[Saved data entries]
==================================================

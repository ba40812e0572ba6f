using System;
using System.Collections.Immutable;
using System.Text;
using System.Threading;
using GaussGen.Generator.Declarations;
using GaussGen.Generator.Diagnostics;
using GaussGen.Generator.Emission;
using Microsoft.CodeAnalysis;
using Microsoft.CodeAnalysis.CSharp.Syntax;
using Microsoft.CodeAnalysis.Text;

namespace GaussGen.Generator;

/// <summary>
/// Writes the other part of every type that carries a table attribute. It is silent: what is wrong with a declaration is told
/// by <see cref="DeclarationAnalyzer"/>, and the part is then a stand-in that compiles.
/// </summary>
[Generator(LanguageNames.CSharp)]
public sealed class TableGenerator : IIncrementalGenerator
{
    // Without a byte order mark, as editors and version control like it.
    private static readonly Encoding FileEncoding = new UTF8Encoding(encoderShouldEmitUTF8Identifier: false);

    private readonly ImmutableArray<Family> _families;

    /// <summary>A generator for every family in the declaration table.</summary>
    public TableGenerator()
        : this(DeclarationTable.Families)
    {
    }

    internal TableGenerator(ImmutableArray<Family> families) => _families = families;

    /// <inheritdoc/>
    public void Initialize(IncrementalGeneratorInitializationContext context)
    {
        IncrementalValueProvider<TargetCapabilities> target = context.CompilationProvider
            .Select(TargetCapabilities.Of)
            .WithTrackingName(TrackingNames.Target);

        foreach (Family family in _families)
        {
            IncrementalValuesProvider<Declaration> declarations = context.SyntaxProvider
                .ForAttributeWithMetadataName(family.AttributeName, CanCarryTable, ReadDeclaration(family))
                .Where(static declaration => declaration is not null)
                .Select(static (declaration, _) => declaration!)
                .WithTrackingName(TrackingNames.Declarations);

            IncrementalValueProvider<EquatableArray<string>> caseTwins = declarations
                .Select(static (declaration, _) => HintName.Plain(declaration))
                .Collect()
                .Select(HintName.CaseTwins)
                .WithTrackingName(TrackingNames.CaseTwins);

            IncrementalValuesProvider<GeneratedFile> files = declarations
                .Combine(target)
                .Combine(caseTwins)
                .Select(static (step, cancellation) => Write(step.Left.Left, step.Left.Right, step.Right, cancellation))
                .WithTrackingName(TrackingNames.Files);

            context.RegisterSourceOutput(files, AddToCompilation);
        }
    }

    private static bool CanCarryTable(SyntaxNode node, CancellationToken cancellation) => node is TypeDeclarationSyntax;

    private Func<GeneratorAttributeSyntaxContext, CancellationToken, Declaration?> ReadDeclaration(Family family) =>
        (site, cancellation) => DeclarationReader.Read(site, family, _families, cancellation);

    private static GeneratedFile Write(
        Declaration declaration, TargetCapabilities target, EquatableArray<string> caseTwins, CancellationToken cancellation) =>
        new(HintName.Of(declaration, caseTwins), FilePrinter.Print(declaration, target, cancellation));

    private static void AddToCompilation(SourceProductionContext context, GeneratedFile file) =>
        context.AddSource(file.HintName, SourceText.From(file.Text, FileEncoding));
}
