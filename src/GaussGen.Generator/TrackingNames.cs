namespace GaussGen.Generator;

/// <summary>The names of the pipeline's steps, under which tests ask whether a step had anything to do.</summary>
internal static class TrackingNames
{
    /// <summary>What each declaration asks for; symbols stop here.</summary>
    public const string Declarations = "Declarations";

    /// <summary>What the consumer's compiler and framework can do.</summary>
    public const string Target = "Target";

    /// <summary>The names of declarations that differ in nothing but case.</summary>
    public const string CaseTwins = "CaseTwins";

    /// <summary>The texts.</summary>
    public const string Files = "Files";
}
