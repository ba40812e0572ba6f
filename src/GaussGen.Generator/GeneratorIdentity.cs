using System;

namespace GaussGen.Generator;

/// <summary>Who generated a member, as its attribute says.</summary>
internal static class GeneratorIdentity
{
    public const string Name = "GaussGen";

    public static string Version { get; } = typeof(GeneratorIdentity).Assembly.GetName().Version is { } version
        ? version.ToString(3)
        : throw new InvalidOperationException("The generator's assembly has no version.");
}
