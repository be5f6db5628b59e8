import type { Handle } from '../client'
import { settings } from '../schema/area'

export async function listSettings(db: Handle) {
  return db.select().from(settings)
}

export async function upsertSetting(db: Handle, row: typeof settings.$inferInsert) {
  await db
    .insert(settings)
    .values(row)
    .onConflictDoUpdate({ target: settings.key, set: { value: row.value, setAt: row.setAt } })
}
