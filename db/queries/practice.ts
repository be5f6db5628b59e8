import { sql } from 'drizzle-orm'
import type { Handle } from '../client'

/** The next instant at which something waits to be done: a text for its hour, a silence for its nudge. */
export async function findNextHour(db: Handle): Promise<number | null> {
  const { rows } = await db.execute<{ at: number | string | null }>(sql`
    select extract(epoch from least(
      (select min(send_after) from texts where state = 'queued'),
      (select min(nudge_after) from prompts where state = 'asked')
    ))::float8 * 1000 as at`)
  const at = rows[0]?.at ?? null
  return at === null ? null : Number(at)
}

/** What happened after `from` and up to `to`. */
export async function countHappened(db: Handle, { from, to }: { from: number; to: number }) {
  const span = (column: 'created_at' | 'sent_at' | 'opened_at') =>
    sql`${sql.identifier(column)} > ${new Date(from).toISOString()}::timestamptz
      and ${sql.identifier(column)} <= ${new Date(to).toISOString()}::timestamptz`
  const { rows } = await db.execute<Record<'planned' | 'sent' | 'opened', number | string>>(sql`
    select
      (select count(*) from prompts where ${span('created_at')})::int as planned,
      (select count(*) from texts where direction = 'out' and ${span('sent_at')})::int as sent,
      (select count(*) from tickets where ${span('opened_at')})::int as opened`)
  const [row] = rows
  return {
    prompts: Number(row?.planned ?? 0),
    texts: Number(row?.sent ?? 0),
    tickets: Number(row?.opened ?? 0),
  }
}
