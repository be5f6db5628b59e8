import type { Metadata } from 'next'
import { ReadingSheet } from '@/components/frame/sheets'
import { DueVisits } from '@/components/visit/due-visits'
import { getDeps } from '@/lib/deps'
import { deskActor } from '@/lib/desk'
import { listVisits } from '@/lib/services/list-visits'

export const metadata: Metadata = { title: 'Visits' }

export default async function VisitsPage() {
  const actor = await deskActor('see own visits')
  const visits = await listVisits(await getDeps(), actor)
  return (
    <ReadingSheet
      title="Visits"
      lead="The households to go to, the earliest first. When you have been there, tell the desk what you saw: an agent notes it on the ticket."
    >
      <DueVisits visits={visits} />
    </ReadingSheet>
  )
}
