import { asc, count, eq } from 'drizzle-orm'
import type { Handle } from '../client'
import { areas, depots } from '../schema/area'
import { households } from '../schema/household'

export type AreaRow = typeof areas.$inferSelect

export async function listAreaRows(db: Handle) {
  return db
    .select({ area: areas, depotName: depots.name, households: count(households.id) })
    .from(areas)
    .innerJoin(depots, eq(depots.id, areas.depotId))
    .leftJoin(households, eq(households.areaId, areas.id))
    .groupBy(areas.id, depots.name)
    .orderBy(asc(areas.name))
}

export async function findArea(db: Handle, areaId: string) {
  const [row] = await db.select().from(areas).where(eq(areas.id, areaId))
  return row ?? null
}

/** A new area; null when another has its name. */
export async function insertArea(db: Handle, row: typeof areas.$inferInsert) {
  const [made] = await db.insert(areas).values(row).onConflictDoNothing().returning()
  return made ?? null
}

export async function findAreaByName(db: Handle, name: string) {
  const [row] = await db.select().from(areas).where(eq(areas.name, name))
  return row ?? null
}

export async function updateArea(
  db: Handle,
  areaId: string,
  change: Partial<typeof areas.$inferInsert>,
) {
  await db.update(areas).set(change).where(eq(areas.id, areaId))
}
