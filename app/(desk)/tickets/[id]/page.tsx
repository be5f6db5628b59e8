import type { Metadata } from 'next'
import { notFound } from 'next/navigation'
import { TicketView } from '@/components/ticket/ticket-view'
import { getDeps } from '@/lib/deps'
import { deskActor } from '@/lib/desk'
import { ticketSheet } from '@/lib/services/ticket-sheet'

export const metadata: Metadata = { title: 'Ticket' }

type PageProps = { params: Promise<{ id: string }> }

export default async function TicketPage({ params }: PageProps) {
  const actor = await deskActor('work tickets')
  const { id } = await params
  const ticket = await ticketSheet(await getDeps(), actor, { ticketId: id })
  if ('ok' in ticket) notFound()
  return <TicketView key={ticket.id} initial={ticket} />
}
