import { and, asc, eq, gt, inArray, isNull, sql } from 'drizzle-orm'
import type { Handle } from '../client'
import { areas } from '../schema/area'
import { householdPhones, households, phones } from '../schema/household'
import { fittings, kitModelStages, kits } from '../schema/kit'

/**
 * One page of the kits in use with what their plan ahead asks for, by number. Paged by key: `after` is the
 * last number of the page before, 0 for the first, so that no page costs more than another.
 */
export async function listKitsAhead(
  db: Handle,
  { after, limit }: { after: number; limit: number },
) {
  const page = await db
    .select({
      id: kits.id,
      number: kits.number,
      washCountedFrom: kits.washCountedFrom,
      calendarWashOn: kits.calendarWashOn,
      nextWashOn: kits.nextWashOn,
      nextFlowCheckOn: kits.nextFlowCheckOn,
      sourceClass: households.sourceClass,
      language: households.language,
      wetMonths: areas.wetMonths,
      texted: sql<boolean>`coalesce(${phones.state} = 'active' and ${phones.consent} = 'given'
        and not ${phones.carrierBlocked}, false)`,
    })
    .from(kits)
    .innerJoin(households, eq(households.id, kits.householdId))
    .innerJoin(areas, eq(areas.id, households.areaId))
    .leftJoin(
      householdPhones,
      and(eq(householdPhones.householdId, households.id), eq(householdPhones.first, true)),
    )
    .leftJoin(phones, eq(phones.id, householdPhones.phoneId))
    .where(and(eq(kits.state, 'in use'), gt(kits.number, after)))
    .orderBy(asc(kits.number))
    .limit(limit)
  const stages = await listStagesAhead(
    db,
    page.map(({ id }) => id),
  )
  return page.map((kit) => ({ ...kit, stages: stages.get(kit.id) ?? [] }))
}

type StageAhead = { position: 1 | 2 | 3; fittedOn: string; changeMonths: number }

async function listStagesAhead(db: Handle, kitIds: string[]): Promise<Map<string, StageAhead[]>> {
  const ofKits = new Map<string, StageAhead[]>()
  if (kitIds.length === 0) return ofKits
  const rows = await db
    .select({
      kitId: fittings.kitId,
      position: fittings.position,
      fittedOn: fittings.fittedOn,
      changeMonths: kitModelStages.changeMonths,
    })
    .from(fittings)
    .innerJoin(kits, eq(kits.id, fittings.kitId))
    .innerJoin(
      kitModelStages,
      and(eq(kitModelStages.modelId, kits.modelId), eq(kitModelStages.position, fittings.position)),
    )
    .where(and(inArray(fittings.kitId, kitIds), isNull(fittings.removedOn)))
    .orderBy(asc(fittings.kitId), asc(fittings.position))
  for (const { kitId, ...stage } of rows) ofKits.set(kitId, [...(ofKits.get(kitId) ?? []), stage])
  return ofKits
}

/** The months between changes of each stage, as the kit models have them; models may differ. */
export async function listStageMonths(db: Handle) {
  return db
    .selectDistinct({
      position: kitModelStages.position,
      changeMonths: kitModelStages.changeMonths,
    })
    .from(kitModelStages)
    .orderBy(asc(kitModelStages.position), asc(kitModelStages.changeMonths))
}
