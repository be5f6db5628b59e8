import { and, asc, eq, inArray, isNull, lte, sql } from 'drizzle-orm'
import type { Handle } from '../client'
import { attempts, receipts, texts } from '../schema/text'

export type AttemptRow = typeof attempts.$inferSelect

/** Writes an attempt before its POST; null when the phone has another in flight or in doubt. */
export async function insertAttempt(db: Handle, row: Omit<typeof attempts.$inferInsert, 'n'>) {
  const [made] = await db
    .insert(attempts)
    .values({
      ...row,
      n: sql`(select count(*)::int + 1 from ${attempts} where ${attempts.textId} = ${row.textId})`,
    })
    .onConflictDoNothing()
    .returning()
  return made ?? null
}

export async function findAttempt(db: Handle, attemptId: string) {
  const [row] = await db.select().from(attempts).where(eq(attempts.id, attemptId)).for('update')
  return row ?? null
}

export async function findAttemptBySid(db: Handle, sid: string) {
  const [row] = await db.select().from(attempts).where(eq(attempts.sid, sid)).for('update')
  return row ?? null
}

export async function updateAttempt(
  db: Handle,
  attemptId: string,
  change: Partial<typeof attempts.$inferInsert>,
) {
  await db.update(attempts).set(change).where(eq(attempts.id, attemptId))
}

/** Attempts whose end nobody knows: posted before `before` and never answered. */
export async function listDoubtfulAttempts(db: Handle, before: number, limit: number) {
  return db
    .select({ attempt: attempts, text: texts })
    .from(attempts)
    .innerJoin(texts, eq(texts.id, attempts.textId))
    .where(and(inArray(attempts.state, ['posting', 'in doubt']), lte(attempts.postingAt, before)))
    .orderBy(asc(attempts.postingAt))
    .limit(limit)
}

/** Which of these carrier ids belong to an attempt already. */
export async function listBoundSids(db: Handle, sids: string[]) {
  if (sids.length === 0) return []
  const rows = await db
    .select({ sid: attempts.sid })
    .from(attempts)
    .where(inArray(attempts.sid, sids))
  return rows.flatMap((row) => (row.sid === null ? [] : [row.sid]))
}

/** Keeps a receipt once; null when this very one came before. */
export async function insertReceipt(db: Handle, row: typeof receipts.$inferInsert) {
  const [made] = await db.insert(receipts).values(row).onConflictDoNothing().returning()
  return made ?? null
}

export async function findReceipt(db: Handle, n: number) {
  const [row] = await db.select().from(receipts).where(eq(receipts.n, n))
  return row ?? null
}

/** Receipts that came before their attempt was known. */
export async function listLooseReceipts(db: Handle, sid: string) {
  return db
    .select()
    .from(receipts)
    .where(and(eq(receipts.sid, sid), isNull(receipts.attemptId)))
}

==================================================

### [What you will do]
Copy whichever lines of the records above contain the word "false".

### [Response to the task]
    private static readonly Encoding FileEncoding = new UTF8Encoding(encoderShouldEmitUTF8Identifier: false);
        and not ${phones.carrierBlocked}, false)`,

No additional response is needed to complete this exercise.